## Problem to work on
Would you copy out each line of the records below that includes the word "entries"?

[Stored items]
== Segment start ==
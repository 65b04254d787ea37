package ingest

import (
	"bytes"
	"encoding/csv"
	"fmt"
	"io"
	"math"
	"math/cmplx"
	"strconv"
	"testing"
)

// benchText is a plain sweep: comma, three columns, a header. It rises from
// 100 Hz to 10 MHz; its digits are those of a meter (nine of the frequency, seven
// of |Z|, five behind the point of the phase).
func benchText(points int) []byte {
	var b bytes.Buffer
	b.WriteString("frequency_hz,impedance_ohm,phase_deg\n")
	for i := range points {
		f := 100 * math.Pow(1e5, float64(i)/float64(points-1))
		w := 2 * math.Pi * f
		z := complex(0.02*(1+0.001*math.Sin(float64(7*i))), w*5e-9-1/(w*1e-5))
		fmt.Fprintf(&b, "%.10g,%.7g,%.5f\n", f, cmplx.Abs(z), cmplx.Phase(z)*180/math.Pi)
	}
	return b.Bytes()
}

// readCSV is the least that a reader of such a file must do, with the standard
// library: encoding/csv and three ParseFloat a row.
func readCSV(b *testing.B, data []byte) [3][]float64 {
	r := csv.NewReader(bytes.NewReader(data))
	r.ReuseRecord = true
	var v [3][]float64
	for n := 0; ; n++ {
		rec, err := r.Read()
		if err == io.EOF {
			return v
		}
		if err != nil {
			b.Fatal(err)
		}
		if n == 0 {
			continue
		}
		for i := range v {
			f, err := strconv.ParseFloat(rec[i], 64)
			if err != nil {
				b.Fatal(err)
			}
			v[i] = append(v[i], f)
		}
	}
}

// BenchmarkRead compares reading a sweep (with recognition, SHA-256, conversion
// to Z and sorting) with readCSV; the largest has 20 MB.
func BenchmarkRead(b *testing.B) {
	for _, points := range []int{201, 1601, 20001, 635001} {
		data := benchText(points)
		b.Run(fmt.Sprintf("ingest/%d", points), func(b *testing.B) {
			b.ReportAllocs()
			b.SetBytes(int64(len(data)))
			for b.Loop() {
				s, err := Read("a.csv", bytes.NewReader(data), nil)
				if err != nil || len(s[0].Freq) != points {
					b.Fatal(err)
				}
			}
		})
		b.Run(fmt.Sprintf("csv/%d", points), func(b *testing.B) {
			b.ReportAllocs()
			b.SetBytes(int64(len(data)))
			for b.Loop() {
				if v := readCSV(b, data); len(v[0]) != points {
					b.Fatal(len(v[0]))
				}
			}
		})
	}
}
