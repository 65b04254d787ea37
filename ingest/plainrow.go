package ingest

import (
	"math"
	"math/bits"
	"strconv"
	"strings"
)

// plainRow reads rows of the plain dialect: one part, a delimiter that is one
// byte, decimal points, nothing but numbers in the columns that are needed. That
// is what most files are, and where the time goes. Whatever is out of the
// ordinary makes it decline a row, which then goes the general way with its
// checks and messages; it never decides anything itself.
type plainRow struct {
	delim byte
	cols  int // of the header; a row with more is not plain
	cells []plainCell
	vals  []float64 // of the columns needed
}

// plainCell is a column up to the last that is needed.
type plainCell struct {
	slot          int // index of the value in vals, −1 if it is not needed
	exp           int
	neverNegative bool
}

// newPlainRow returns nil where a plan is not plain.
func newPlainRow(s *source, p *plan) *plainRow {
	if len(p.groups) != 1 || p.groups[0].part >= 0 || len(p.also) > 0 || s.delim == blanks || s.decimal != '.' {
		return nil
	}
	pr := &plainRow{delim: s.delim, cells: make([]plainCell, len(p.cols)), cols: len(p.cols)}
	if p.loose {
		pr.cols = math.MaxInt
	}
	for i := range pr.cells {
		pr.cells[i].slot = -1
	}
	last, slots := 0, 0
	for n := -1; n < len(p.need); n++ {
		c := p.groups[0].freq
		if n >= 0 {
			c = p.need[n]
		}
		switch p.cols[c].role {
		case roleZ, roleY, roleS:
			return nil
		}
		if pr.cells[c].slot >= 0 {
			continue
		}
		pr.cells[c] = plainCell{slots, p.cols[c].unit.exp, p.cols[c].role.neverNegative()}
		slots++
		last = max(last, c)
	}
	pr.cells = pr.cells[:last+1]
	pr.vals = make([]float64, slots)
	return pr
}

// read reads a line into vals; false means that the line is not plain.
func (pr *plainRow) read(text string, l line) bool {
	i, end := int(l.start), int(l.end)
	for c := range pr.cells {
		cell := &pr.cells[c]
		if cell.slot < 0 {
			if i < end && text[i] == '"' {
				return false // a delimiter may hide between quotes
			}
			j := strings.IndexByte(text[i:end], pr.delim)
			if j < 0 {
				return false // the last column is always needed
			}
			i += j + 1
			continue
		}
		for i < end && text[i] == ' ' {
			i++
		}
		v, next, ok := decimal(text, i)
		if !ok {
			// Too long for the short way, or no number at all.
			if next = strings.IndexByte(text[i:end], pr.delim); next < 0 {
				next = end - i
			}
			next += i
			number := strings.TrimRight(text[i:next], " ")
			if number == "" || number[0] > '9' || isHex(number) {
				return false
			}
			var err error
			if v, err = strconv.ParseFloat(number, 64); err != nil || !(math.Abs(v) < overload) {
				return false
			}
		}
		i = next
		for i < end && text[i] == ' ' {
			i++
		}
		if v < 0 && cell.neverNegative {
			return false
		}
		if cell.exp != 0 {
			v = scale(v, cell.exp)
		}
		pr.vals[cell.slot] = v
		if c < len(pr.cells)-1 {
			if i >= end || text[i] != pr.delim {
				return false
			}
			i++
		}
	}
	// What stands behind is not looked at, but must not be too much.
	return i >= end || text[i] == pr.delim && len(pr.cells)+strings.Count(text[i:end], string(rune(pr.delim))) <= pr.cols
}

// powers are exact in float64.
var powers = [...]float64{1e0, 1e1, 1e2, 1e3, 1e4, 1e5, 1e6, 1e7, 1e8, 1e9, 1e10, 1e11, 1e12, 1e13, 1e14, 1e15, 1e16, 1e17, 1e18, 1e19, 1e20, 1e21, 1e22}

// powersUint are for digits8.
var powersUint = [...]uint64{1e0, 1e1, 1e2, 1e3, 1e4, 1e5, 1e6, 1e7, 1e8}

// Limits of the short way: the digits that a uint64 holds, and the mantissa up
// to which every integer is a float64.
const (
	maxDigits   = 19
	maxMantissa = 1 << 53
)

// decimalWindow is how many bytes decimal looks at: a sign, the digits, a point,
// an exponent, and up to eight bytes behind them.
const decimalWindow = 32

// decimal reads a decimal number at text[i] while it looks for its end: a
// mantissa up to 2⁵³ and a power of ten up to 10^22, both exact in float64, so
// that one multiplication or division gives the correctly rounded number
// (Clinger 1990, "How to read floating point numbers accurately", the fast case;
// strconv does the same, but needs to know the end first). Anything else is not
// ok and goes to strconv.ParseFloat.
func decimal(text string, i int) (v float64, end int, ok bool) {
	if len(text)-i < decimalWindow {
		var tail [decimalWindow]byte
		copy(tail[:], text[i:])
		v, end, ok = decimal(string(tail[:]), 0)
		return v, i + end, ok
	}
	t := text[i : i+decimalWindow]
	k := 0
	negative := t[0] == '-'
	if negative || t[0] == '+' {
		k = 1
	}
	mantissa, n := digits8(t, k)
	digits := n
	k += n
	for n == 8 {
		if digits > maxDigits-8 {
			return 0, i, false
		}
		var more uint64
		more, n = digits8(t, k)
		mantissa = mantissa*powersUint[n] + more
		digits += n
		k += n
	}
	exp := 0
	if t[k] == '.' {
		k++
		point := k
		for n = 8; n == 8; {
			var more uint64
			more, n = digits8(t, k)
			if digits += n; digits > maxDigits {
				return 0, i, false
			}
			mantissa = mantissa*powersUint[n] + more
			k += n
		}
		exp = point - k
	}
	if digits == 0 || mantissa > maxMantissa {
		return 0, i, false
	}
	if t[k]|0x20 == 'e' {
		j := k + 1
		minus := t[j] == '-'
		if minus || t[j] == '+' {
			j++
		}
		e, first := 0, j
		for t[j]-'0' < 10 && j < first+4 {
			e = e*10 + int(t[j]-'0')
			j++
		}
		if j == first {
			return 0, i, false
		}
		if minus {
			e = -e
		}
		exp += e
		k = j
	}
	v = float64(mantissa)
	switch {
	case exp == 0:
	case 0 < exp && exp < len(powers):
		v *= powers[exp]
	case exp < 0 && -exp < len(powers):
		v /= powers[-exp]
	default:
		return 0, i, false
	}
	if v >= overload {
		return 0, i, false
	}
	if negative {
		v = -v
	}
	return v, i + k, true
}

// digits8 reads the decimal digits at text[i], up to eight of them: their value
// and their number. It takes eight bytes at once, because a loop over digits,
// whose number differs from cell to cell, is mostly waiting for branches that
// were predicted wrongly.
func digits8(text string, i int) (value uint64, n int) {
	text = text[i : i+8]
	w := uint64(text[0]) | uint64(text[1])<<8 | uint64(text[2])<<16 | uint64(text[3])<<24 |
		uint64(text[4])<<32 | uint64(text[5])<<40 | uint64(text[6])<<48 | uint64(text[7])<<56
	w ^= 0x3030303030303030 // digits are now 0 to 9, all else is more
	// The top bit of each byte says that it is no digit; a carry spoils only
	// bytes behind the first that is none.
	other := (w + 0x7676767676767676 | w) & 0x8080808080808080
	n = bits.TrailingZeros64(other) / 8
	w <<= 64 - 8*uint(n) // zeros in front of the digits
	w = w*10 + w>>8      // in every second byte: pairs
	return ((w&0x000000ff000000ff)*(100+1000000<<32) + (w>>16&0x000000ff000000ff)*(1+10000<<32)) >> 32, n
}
== Segment end ==
== Segment start ==
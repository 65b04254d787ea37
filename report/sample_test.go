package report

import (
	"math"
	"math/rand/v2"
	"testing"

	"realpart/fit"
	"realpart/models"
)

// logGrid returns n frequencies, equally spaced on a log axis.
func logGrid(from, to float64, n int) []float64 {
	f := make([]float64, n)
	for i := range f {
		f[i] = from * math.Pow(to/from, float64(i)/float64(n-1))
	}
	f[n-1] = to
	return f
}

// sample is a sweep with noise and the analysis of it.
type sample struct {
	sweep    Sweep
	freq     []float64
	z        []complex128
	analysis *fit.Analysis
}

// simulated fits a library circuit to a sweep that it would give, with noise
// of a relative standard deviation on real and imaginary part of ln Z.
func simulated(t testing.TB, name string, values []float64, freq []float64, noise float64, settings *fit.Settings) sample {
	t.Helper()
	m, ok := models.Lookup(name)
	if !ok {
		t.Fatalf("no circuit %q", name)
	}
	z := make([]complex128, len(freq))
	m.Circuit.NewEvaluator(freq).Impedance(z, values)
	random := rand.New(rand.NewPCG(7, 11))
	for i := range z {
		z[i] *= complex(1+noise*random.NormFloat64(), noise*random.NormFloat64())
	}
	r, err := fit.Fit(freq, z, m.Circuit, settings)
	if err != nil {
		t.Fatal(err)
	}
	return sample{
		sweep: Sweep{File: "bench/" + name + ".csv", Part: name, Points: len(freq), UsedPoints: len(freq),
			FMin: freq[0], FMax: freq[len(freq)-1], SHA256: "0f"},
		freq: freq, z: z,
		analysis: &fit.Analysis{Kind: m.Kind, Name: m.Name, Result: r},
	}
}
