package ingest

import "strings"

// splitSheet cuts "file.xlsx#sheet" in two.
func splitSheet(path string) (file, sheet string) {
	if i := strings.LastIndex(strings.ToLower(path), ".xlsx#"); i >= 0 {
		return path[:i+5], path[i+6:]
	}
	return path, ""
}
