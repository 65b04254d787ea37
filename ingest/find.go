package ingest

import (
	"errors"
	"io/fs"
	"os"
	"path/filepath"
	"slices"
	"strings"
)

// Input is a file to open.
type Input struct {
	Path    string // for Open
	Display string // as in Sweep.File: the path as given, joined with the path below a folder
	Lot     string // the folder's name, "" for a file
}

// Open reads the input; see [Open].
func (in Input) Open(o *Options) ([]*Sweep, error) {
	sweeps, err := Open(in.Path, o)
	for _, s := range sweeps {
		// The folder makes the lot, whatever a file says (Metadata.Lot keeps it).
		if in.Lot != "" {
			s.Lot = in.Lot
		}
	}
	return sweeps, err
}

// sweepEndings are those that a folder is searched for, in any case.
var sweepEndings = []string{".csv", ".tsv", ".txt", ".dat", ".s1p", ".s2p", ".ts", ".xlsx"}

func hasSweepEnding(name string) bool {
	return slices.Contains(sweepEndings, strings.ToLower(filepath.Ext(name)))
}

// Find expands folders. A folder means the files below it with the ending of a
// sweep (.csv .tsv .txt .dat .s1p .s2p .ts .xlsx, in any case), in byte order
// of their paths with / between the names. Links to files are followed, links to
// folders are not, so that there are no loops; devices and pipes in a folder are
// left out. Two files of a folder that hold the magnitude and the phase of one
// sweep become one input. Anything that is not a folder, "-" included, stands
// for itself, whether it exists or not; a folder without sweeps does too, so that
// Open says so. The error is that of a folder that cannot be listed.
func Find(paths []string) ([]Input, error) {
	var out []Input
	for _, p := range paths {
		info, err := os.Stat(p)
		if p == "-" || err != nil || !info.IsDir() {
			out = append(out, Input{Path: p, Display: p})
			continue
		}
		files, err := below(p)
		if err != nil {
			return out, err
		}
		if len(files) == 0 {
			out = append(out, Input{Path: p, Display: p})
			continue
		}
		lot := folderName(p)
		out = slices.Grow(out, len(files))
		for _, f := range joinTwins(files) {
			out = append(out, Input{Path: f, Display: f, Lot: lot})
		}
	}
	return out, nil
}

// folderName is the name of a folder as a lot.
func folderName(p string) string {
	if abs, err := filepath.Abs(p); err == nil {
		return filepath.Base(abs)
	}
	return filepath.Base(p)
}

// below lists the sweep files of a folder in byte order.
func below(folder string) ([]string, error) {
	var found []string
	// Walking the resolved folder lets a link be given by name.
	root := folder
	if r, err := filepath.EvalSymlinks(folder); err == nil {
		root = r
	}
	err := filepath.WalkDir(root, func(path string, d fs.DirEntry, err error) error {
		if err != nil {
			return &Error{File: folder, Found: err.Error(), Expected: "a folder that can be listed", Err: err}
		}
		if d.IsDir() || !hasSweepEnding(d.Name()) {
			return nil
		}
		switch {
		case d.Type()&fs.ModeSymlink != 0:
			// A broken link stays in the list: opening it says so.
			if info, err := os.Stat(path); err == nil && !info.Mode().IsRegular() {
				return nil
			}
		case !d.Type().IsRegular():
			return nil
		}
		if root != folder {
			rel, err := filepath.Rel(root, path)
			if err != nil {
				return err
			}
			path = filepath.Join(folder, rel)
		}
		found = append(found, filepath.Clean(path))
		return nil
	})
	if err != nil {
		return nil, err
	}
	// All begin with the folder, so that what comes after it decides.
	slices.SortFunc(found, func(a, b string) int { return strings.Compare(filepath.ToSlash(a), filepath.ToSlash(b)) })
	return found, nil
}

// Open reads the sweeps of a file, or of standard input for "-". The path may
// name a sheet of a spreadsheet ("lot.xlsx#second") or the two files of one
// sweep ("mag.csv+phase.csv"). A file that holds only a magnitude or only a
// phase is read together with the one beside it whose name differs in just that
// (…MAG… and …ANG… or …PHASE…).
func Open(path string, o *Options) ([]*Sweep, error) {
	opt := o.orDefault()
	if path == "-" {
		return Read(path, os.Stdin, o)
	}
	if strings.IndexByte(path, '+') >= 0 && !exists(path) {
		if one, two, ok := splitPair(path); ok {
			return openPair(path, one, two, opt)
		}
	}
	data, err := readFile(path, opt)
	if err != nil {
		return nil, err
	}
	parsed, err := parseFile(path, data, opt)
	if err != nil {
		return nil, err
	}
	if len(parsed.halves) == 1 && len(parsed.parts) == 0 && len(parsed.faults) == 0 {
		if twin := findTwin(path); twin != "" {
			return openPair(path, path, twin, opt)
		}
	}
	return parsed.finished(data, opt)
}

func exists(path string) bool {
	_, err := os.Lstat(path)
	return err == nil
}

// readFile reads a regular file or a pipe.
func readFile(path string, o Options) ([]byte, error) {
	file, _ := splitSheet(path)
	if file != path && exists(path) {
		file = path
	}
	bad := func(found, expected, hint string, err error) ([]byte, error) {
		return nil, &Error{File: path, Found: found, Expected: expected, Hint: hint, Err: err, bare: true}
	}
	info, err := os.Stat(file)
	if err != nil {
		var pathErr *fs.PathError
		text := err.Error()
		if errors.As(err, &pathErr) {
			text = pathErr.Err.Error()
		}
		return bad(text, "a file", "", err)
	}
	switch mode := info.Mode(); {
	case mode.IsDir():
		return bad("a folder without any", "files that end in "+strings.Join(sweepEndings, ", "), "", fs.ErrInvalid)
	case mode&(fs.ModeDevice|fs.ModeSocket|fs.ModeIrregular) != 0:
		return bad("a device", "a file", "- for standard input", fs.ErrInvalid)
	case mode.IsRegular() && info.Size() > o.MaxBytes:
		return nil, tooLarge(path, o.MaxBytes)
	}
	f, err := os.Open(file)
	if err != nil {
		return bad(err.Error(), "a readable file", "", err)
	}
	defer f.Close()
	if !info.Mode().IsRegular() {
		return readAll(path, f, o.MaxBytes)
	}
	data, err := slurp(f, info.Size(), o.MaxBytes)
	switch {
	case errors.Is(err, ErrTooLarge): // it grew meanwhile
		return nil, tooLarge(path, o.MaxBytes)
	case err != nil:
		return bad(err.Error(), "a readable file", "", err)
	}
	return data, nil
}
== Segment end ==
== Segment start ==
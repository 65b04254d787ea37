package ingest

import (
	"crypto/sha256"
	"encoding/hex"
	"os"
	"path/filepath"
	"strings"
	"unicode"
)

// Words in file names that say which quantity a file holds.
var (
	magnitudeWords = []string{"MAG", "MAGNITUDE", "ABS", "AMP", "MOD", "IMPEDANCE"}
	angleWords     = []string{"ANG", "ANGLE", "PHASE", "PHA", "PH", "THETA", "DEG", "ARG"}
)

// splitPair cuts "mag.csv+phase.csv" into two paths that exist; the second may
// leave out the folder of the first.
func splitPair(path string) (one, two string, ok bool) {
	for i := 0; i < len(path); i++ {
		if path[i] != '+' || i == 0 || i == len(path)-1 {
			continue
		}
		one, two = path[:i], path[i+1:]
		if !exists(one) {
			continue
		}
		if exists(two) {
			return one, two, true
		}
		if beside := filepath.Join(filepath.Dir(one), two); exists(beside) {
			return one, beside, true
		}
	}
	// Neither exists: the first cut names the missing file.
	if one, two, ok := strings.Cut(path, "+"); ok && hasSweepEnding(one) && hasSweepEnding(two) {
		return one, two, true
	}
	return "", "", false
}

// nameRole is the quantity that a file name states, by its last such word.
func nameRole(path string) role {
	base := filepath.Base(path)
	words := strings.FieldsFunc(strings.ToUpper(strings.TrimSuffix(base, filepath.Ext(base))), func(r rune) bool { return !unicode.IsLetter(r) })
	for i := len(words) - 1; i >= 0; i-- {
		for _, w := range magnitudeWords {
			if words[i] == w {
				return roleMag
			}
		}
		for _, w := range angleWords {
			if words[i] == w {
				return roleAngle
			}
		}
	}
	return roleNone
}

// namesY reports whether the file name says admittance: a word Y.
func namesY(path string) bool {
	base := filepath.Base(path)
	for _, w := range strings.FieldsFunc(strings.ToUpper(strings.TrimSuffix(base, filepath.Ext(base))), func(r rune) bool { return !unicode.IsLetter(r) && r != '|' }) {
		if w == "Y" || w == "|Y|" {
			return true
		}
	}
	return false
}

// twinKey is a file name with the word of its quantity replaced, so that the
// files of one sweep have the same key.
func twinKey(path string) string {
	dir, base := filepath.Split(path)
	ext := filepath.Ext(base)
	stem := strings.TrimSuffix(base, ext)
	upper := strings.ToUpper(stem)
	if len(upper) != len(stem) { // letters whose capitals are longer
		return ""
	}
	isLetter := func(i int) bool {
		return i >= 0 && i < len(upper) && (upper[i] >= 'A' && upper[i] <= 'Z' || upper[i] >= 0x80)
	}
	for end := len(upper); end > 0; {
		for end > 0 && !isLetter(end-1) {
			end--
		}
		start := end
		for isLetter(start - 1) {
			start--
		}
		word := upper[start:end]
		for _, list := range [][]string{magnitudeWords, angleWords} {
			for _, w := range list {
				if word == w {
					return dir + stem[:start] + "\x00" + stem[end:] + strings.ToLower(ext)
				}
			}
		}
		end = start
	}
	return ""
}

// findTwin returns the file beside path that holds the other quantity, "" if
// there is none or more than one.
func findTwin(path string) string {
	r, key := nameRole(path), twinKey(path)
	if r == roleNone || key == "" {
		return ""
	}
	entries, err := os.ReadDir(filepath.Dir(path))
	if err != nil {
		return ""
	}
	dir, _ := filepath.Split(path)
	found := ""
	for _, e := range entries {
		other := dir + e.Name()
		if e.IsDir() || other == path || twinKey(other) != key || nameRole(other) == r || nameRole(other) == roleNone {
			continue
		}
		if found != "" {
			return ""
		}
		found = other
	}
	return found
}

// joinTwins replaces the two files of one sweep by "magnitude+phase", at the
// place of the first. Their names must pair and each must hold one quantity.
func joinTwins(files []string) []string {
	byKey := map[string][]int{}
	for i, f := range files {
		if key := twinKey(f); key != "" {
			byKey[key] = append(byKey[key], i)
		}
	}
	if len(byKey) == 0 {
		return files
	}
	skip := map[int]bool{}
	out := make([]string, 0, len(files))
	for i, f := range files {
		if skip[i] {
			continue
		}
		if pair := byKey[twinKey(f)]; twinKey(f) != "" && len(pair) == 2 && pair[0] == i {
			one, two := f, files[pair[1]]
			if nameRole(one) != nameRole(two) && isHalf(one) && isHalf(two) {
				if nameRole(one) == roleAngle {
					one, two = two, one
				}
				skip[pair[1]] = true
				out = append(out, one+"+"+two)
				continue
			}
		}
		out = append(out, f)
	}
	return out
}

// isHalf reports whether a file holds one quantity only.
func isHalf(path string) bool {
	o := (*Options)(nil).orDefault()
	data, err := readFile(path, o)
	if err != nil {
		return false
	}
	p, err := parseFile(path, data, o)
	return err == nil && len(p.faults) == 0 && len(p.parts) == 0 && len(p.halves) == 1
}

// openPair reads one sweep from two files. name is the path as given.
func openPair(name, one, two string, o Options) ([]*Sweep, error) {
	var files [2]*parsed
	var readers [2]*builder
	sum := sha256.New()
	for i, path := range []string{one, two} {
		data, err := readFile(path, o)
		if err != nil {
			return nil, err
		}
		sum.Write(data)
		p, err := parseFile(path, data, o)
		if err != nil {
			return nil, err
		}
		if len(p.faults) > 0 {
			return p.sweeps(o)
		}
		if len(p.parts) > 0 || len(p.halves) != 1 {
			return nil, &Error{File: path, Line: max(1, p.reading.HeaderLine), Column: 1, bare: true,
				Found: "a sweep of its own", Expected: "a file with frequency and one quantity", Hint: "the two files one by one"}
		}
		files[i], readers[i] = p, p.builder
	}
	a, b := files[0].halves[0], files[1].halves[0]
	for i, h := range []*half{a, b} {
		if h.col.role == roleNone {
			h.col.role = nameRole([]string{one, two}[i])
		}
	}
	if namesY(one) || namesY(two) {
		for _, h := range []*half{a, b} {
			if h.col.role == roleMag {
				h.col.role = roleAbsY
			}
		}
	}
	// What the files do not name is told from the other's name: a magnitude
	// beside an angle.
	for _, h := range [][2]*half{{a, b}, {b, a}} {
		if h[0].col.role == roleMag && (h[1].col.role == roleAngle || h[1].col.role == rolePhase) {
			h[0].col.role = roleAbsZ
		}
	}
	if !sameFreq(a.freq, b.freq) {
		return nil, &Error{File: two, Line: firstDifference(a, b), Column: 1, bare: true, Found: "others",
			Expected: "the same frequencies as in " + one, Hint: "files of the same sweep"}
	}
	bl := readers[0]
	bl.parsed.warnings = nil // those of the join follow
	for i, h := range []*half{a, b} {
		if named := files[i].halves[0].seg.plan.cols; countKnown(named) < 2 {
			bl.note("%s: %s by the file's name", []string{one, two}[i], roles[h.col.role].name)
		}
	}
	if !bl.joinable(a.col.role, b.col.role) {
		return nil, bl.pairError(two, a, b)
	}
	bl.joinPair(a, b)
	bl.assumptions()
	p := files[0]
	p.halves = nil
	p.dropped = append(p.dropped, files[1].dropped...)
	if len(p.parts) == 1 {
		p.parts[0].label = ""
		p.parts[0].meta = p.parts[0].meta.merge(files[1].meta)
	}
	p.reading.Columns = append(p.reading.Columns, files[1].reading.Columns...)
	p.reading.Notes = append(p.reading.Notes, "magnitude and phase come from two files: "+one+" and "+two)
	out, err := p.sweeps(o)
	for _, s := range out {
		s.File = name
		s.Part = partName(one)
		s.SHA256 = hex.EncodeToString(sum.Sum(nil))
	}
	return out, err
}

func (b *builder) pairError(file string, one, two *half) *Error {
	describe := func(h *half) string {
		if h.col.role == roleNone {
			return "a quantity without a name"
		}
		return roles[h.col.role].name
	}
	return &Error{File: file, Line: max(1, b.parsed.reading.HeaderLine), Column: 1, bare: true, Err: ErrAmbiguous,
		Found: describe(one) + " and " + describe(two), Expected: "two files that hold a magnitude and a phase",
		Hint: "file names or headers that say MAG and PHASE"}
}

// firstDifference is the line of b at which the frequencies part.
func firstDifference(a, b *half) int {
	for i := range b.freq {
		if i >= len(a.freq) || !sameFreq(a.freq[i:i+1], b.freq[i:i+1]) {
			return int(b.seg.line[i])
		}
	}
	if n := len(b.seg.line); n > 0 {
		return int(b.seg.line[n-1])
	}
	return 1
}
== Segment end ==
## Response for this exercise
	entries, err := os.ReadDir(filepath.Dir(path))
	for _, e := range entries {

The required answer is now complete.